- Born: 11 August 1930 Cherkasy, Ukrainian SSR, Soviet Union
- Died: 26 September 2026 (aged 96) Samara, Russia
- Occupations: Metallurgist; scientist;
- Years active: 1954–2026
- Awards: Hero of Socialist Labour (1990); Order of Lenin (1981); Order of the October Revolution (1981); Order of the Red Banner of Labour (1981); USSR State Prize (1981); USSR Council of Ministers Prize (1985);

= Maksim Ovodenko =

Russian scientist (1930–2026)

Maksim Borisovich Ovodenko (Максим Борисович Оводенко; 11 August 1930 – 26 September 2026) was a Russian metallurgist and technical scientist in aircraft engineering. He served as the Director of the Samara Metallurgical Plant from 1984 to 1996 and was also a professor at Samara University. He was awarded the Hero of Socialist Labour in 1990.

==Early life and career==
Maksim Borisovich Ovodenko was born on 11 August 1930, in Cherkasy, Ukrainian SSR, Soviet Union. His father was killed in 1942 near Stalingrad during World War II. He studied high school at the Ural State Technical University in Yekaterinburg. He then graduated in 1955 with a degree in metallurgical engineering.
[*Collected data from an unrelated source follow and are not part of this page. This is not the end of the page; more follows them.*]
import { useId, useState } from 'react';
import { useFormContext } from 'react-hook-form';
import { useTranslation } from 'react-i18next';
import { FieldFrame } from '../../form/field-frame';
import { useFaultWords } from '../../form/use-fault-words';
import { instantOfInput, localInputOf } from './local-input';

/** When it was delivered, by the store's clock. */
export function DeliveryTime({ zone }: { zone: string }) {
  const { t } = useTranslation('deliveries');
  const id = useId();
  const say = useFaultWords();
  const { setValue, getValues, getFieldState, formState } = useFormContext<{ at: number }>();
  const [typed, setTyped] = useState(() => localInputOf(getValues('at'), zone));
  const { error } = getFieldState('at', formState);
  const change = (value: string) => {
    setTyped(value);
    setValue('at', instantOfInput(value, zone), { shouldDirty: true, shouldValidate: formState.isSubmitted });
  };
  return (
    <FieldFrame id={id} label={t('record.time')} hint={t('zone', { zone })} fault={error ? say('time') : undefined}>
      {(described) => (
        <input
          {...described}
          type="datetime-local"
          value={typed}
          max={localInputOf(Date.now(), zone)}
          onChange={({ target }) => change(target.value)}
          className="min-h-12 w-full rounded-control border border-edge bg-surface px-3 py-2.5 text-ink aria-invalid:border-rust sm:w-72"
        />
      )}
    </FieldFrame>
  );
}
Ovodenko began his career in 1955 at the Kamensk-Uralsky Metallurgical Plant in Sverdlovsk Oblast, where he worked for seventeen years. In 1972, he became the Chief Engineer of the Lenin Krasnoyarsk Metallurgical Plant in Krasnoyarsk, where he spent twelve years in his term. In 1984, he became the Director of the Kuibyshev Metallurgical Plant. By 1988, the facility produced 600,000 metric tons of aluminium products. He then served as a professor at Samara University. He authored 27 scientific papers and 47 patents for industrial inventions.

==Personal life and death==
Ovodenko was married to Angelina Nikolaevna Ovodenko, they had three children together. Angelina later died in 2006.

Ovodenko died on 26 September 2026, at the age of 96.

==Legacy==
Vyacheslav Fedorishchev, governor of Samara Oblast, announced on his account in Max "I am deeply saddened to report the passing of Maksim Borisovich Ovodenko, Hero of Socialist Labour, Honorary Citizen of the Samara Region, and Honorary Citizen of the City of Samara. A legendary figure, a man of an era".